# EXERCISE DIRECTIONS
Report all lines in the records that hold the string "cautions".

◇ ◇ ◇ ◇ ◇ ◇ ◇

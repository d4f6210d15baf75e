import { CsvError, parse, type Info } from 'csv-parse/sync';
import { stringify } from 'csv-stringify/sync';
import { frameworkDefSchema, type FrameworkDef } from '$lib/framework/schema';
import { parseUnit } from '$lib/units';

/**
 * Journeymark's framework file: one header row, then one row per item. The `record` column says
 * what the row is; `area`, `task` and `question` say what it belongs to; the order of rows is
 * the order on screen.
 */
export const CSV_COLUMNS = [
	'record',
	'area',
	'task',
	'question',
	'text',
	'detail',
	'tier',
	'required_level',
	'min_hours',
	'value',
	'unit',
	'limit',
	'safety',
	'correct'
] as const;

type Column = (typeof CSV_COLUMNS)[number];

const RECORD_KINDS = [
	'framework',
	'area',
	'task',
	'step',
	'spec',
	'tool',
	'caution',
	'info',
	'question',
	'option'
] as const;

type Kind = (typeof RECORD_KINDS)[number];

/** The columns each kind of row fills; any other column must be empty. */
const USES: Record<Kind, readonly Column[]> = {
	framework: ['text'],
	area: ['area', 'text'],
	task: ['area', 'task', 'text', 'detail', 'tier', 'required_level', 'min_hours'],
	step: ['area', 'task', 'text', 'safety'],
	spec: ['area', 'task', 'text', 'value', 'unit', 'limit'],
	tool: ['area', 'task', 'text'],
	caution: ['area', 'task', 'text'],
	info: ['area', 'task', 'text'],
	question: ['area', 'task', 'question', 'text', 'detail'],
	option: ['area', 'task', 'question', 'text', 'correct']
};

/** The column holding each field of the object a row becomes, for mapping schema errors back. */
const FIELD_COLUMNS: Record<Kind, Record<string, Column>> = {
	framework: {},
	area: { code: 'area', name: 'text' },
	task: {
		code: 'task',
		title: 'text',
		description: 'detail',
		tier: 'tier',
		requiredLevel: 'required_level',
		minHours: 'min_hours'
	},
	step: { text: 'text', safety: 'safety' },
	spec: { label: 'text', value: 'value', unit: 'unit', limit: 'limit' },
	tool: {},
	caution: {},
	info: {},
	question: { prompt: 'text', explanation: 'detail' },
	option: { text: 'text', correct: 'correct' }
};

/** Kinds whose whole row is one string in a list. */
const SINGLE_VALUE: ReadonlySet<Kind> = new Set(['framework', 'tool', 'caution', 'info']);

/** Kinds that belong to a task and hold one item of its card. */
const CARD_KINDS: ReadonlySet<Kind> = new Set([
	'step',
	'spec',
	'tool',
	'caution',
	'info',
	'question'
]);

export const MAX_CSV_BYTES = 5_000_000;

export type CsvRowError = { line: number; column: string | null; message: string };
export type CsvCounts = Record<
	'areas' | 'tasks' | 'steps' | 'specs' | 'tools' | 'cautions' | 'info' | 'questions' | 'options',
	number
>;
export type FromCsvResult =
	{ ok: true; def: FrameworkDef; counts: CsvCounts } | { ok: false; errors: CsvRowError[] };

// OWASP's list of characters that make a spreadsheet read a cell as a formula.
const FORMULA_START = /^'*[=+\-@\t\r]/;

/** A leading apostrophe makes spreadsheets show the text instead of running it as a formula. */
function defuse(text: string): string {
	return FORMULA_START.test(text) ? `'${text}` : text;
}

function restore(text: string): string {
	return text.startsWith("'") && FORMULA_START.test(text.slice(1)) ? text.slice(1) : text;
}

/** Plain decimal with a dot, never exponent notation, so every spreadsheet reads it back. */
function numberCell(value: number): string {
	const text = String(value);
	return /e/i.test(text) ? value.toFixed(20).replace(/\.?0+$/, '') : text;
}

function yesNo(value: boolean | undefined): string {
	return value ? 'yes' : 'no';
}

export function toCsv(def: FrameworkDef): string {
	const rows: string[][] = [[...CSV_COLUMNS]];
	const row = (kind: Kind, cells: Partial<Record<Column, string | number>>) =>
		rows.push(
			CSV_COLUMNS.map((column) => {
				const cell = column === 'record' ? kind : cells[column];
				if (cell === undefined) return '';
				return typeof cell === 'number' ? numberCell(cell) : defuse(cell);
			})
		);
	row('framework', { text: def.name });
	for (const area of def.areas) {
		row('area', { area: area.code, text: area.name });
		for (const task of area.tasks) {
			const owner = { area: area.code, task: task.code };
			row('task', {
				...owner,
				text: task.title,
				detail: task.description,
				tier: task.tier,
				required_level: task.requiredLevel,
				min_hours: task.minHours
			});
			for (const step of task.checklist) {
				row('step', { ...owner, text: step.text, safety: yesNo(step.safety) });
			}
			for (const spec of task.specs) {
				row('spec', {
					...owner,
					text: spec.label,
					value: spec.value,
					unit: spec.unit,
					limit: spec.limit
				});
			}
			for (const tool of task.tools) row('tool', { ...owner, text: tool });
			for (const caution of task.cautions) row('caution', { ...owner, text: caution });
			for (const kind of task.serviceInfo) row('info', { ...owner, text: kind });
			task.questions.forEach((question, index) => {
				const number = { ...owner, question: index + 1 };
				row('question', { ...number, text: question.prompt, detail: question.explanation });
				for (const option of question.options) {
					row('option', { ...number, text: option.text, correct: yesNo(option.correct) });
				}
			});
		}
	}
	// The byte-order mark tells spreadsheet programs the file is UTF-8 (N·m, °C, Ω).
	return stringify(rows, { bom: true, record_delimiter: 'windows' });
}

type Report = (line: number, column: string | null, message: string) => void;

/** One row of the file with its line as a spreadsheet numbers it. */
type Row = { line: number; kind: Kind; cell: (column: Column) => string };

type Source = { line: number; kind: Kind };

type Draft = {
	name: unknown;
	areas: { code: string; name: string; tasks: DraftTask[] }[];
};

type DraftTask = {
	code: string;
	title: string;
	description: string;
	tier: unknown;
	requiredLevel: unknown;
	minHours: unknown;
	checklist: { text: string; safety?: boolean }[];
	specs: { label: string; value: unknown; unit: string; limit: string }[];
	tools: string[];
	cautions: string[];
	serviceInfo: string[];
	questions: {
		prompt: string;
		options: { text: string; correct: boolean }[];
		explanation: string;
	}[];
};

function fileError(message: string): FromCsvResult {
	return { ok: false, errors: [{ line: 1, column: null, message }] };
}

function byteLength(text: string): number {
	return new TextEncoder().encode(text).byteLength;
}

export function fromCsv(text: string): FromCsvResult {
	if (text.length > MAX_CSV_BYTES || byteLength(text) > MAX_CSV_BYTES) {
		return fileError('The file is larger than 5 MB. Split the framework or remove unused rows.');
	}
	const records = readRecords(text);
	if (!Array.isArray(records)) return { ok: false, errors: [records] };
	if (records.every((record) => record.cells.every((cell) => cell.trim() === ''))) {
		return fileError('The file is empty. Start from an exported framework file.');
	}

	const errors: CsvRowError[] = [];
	const report: Report = (line, column, message) => errors.push({ line, column, message });

	const header = readHeader(records[0].cells, report);
	if (!header) return { ok: false, errors };
	const width = records[0].cells.length;

	const rows = records.slice(1).flatMap(({ cells, line }) => {
		const row = readRow(cells, line, header, width, report);
		return row ? [row] : [];
	});

	const sources = new Map<string, Source>();
	const draft = buildDraft(rows, sources, report);
	const parsed = frameworkDefSchema.safeParse(draft);
	if (!parsed.success) {
		for (const issue of parsed.error.issues) {
			// A missing framework row is already reported in words that say how to fix it.
			if (issue.path.join('.') === 'name' && !sources.has('name')) continue;
			const { line, column } = locate(issue.path, sources);
			report(line, column, issue.message);
		}
	}
	if (errors.length > 0 || !parsed.success) return { ok: false, errors: tidy(errors) };
	return { ok: true, def: parsed.data, counts: countsOf(parsed.data) };
}

/** A row with its kind checked and its cells looked up by column; null when blank or unusable. */
function readRow(
	cells: string[],
	line: number,
	header: Map<Column, number>,
	width: number,
	report: Report
): Row | null {
	if (cells.every((cell) => cell.trim() === '')) return null;
	if (cells.slice(width).some((cell) => cell.trim() !== '')) {
		report(line, null, 'This row has more cells than the header has columns.');
	}
	const cell = (column: Column) => restore((cells[header.get(column) ?? -1] ?? '').trim());
	const kind = cell('record').toLowerCase();
	if (!(RECORD_KINDS as readonly string[]).includes(kind)) {
		report(
			line,
			'record',
			kind === ''
				? `Say what the row is in the record column: ${RECORD_KINDS.join(', ')}.`
				: `Unknown record kind “${kind}”; use one of: ${RECORD_KINDS.join(', ')}.`
		);
		return null;
	}
	const row: Row = { line, kind: kind as Kind, cell };
	for (const column of CSV_COLUMNS) {
		if (column !== 'record' && !USES[row.kind].includes(column) && cell(column) !== '') {
			report(line, column, `The ${column} column is not used on ${row.kind} rows; leave it empty.`);
		}
	}
	return row;
}

/** The file's records with spreadsheet line numbers, or the one error that stopped reading. */
function readRecords(text: string): { cells: string[]; line: number }[] | CsvRowError {
	try {
		// With `info` each record comes with its position; the typings do not follow that option.
		const records = parse(text, {
			bom: true,
			info: true,
			relax_column_count: true,
			// A lone quote inside a cell, as in 1/2" drive, is kept as text.
			relax_quotes: true,
			skip_empty_lines: false
		}) as unknown as { record: string[]; info: Info }[];
		// Blank lines stay records, so the count matches the row numbers a spreadsheet shows.
		return records.map(({ record, info }) => ({ cells: record, line: info.records }));
	} catch (error) {
		if (!(error instanceof CsvError)) throw error;
		const line = (typeof error.records === 'number' ? error.records : 0) + 1;
		if (error.code === 'CSV_QUOTE_NOT_CLOSED') {
			return {
				line,
				column: null,
				message:
					'A quoted cell that starts on this line is never closed. Close it with " and write a quote inside a cell as "".'
			};
		}
		return { line, column: null, message: `The file is not valid CSV here (${error.code}).` };
	}
}

/** Header names written by hand may differ in case and use spaces for underscores. */
function readHeader(cells: string[], report: Report): Map<Column, number> | null {
	const header = new Map<Column, number>();
	let ok = true;
	cells.forEach((cell, index) => {
		const name = cell.trim().toLowerCase().replace(/\s+/g, '_');
		if (name === '') return;
		if (!(CSV_COLUMNS as readonly string[]).includes(name)) {
			report(
				1,
				cell.trim(),
				`Unknown column “${cell.trim()}”; the columns are: ${CSV_COLUMNS.join(', ')}.`
			);
			ok = false;
		} else if (header.has(name as Column)) {
			report(1, name, `The column ${name} appears twice.`);
			ok = false;
		} else {
			header.set(name as Column, index);
		}
	});
	for (const column of CSV_COLUMNS) {
		if (!header.has(column)) {
			report(
				1,
				column,
				`The header has no ${column} column; the first line must name every column.`
			);
			ok = false;
		}
	}
	return ok ? header : null;
}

◇ ◇ ◇ ◇ ◇ ◇ ◇

# TASK ANSWER
	'areas' | 'tasks' | 'steps' | 'specs' | 'tools' | 'cautions' | 'info' | 'questions' | 'options',
			for (const caution of task.cautions) row('caution', { ...owner, text: caution });
	cautions: string[];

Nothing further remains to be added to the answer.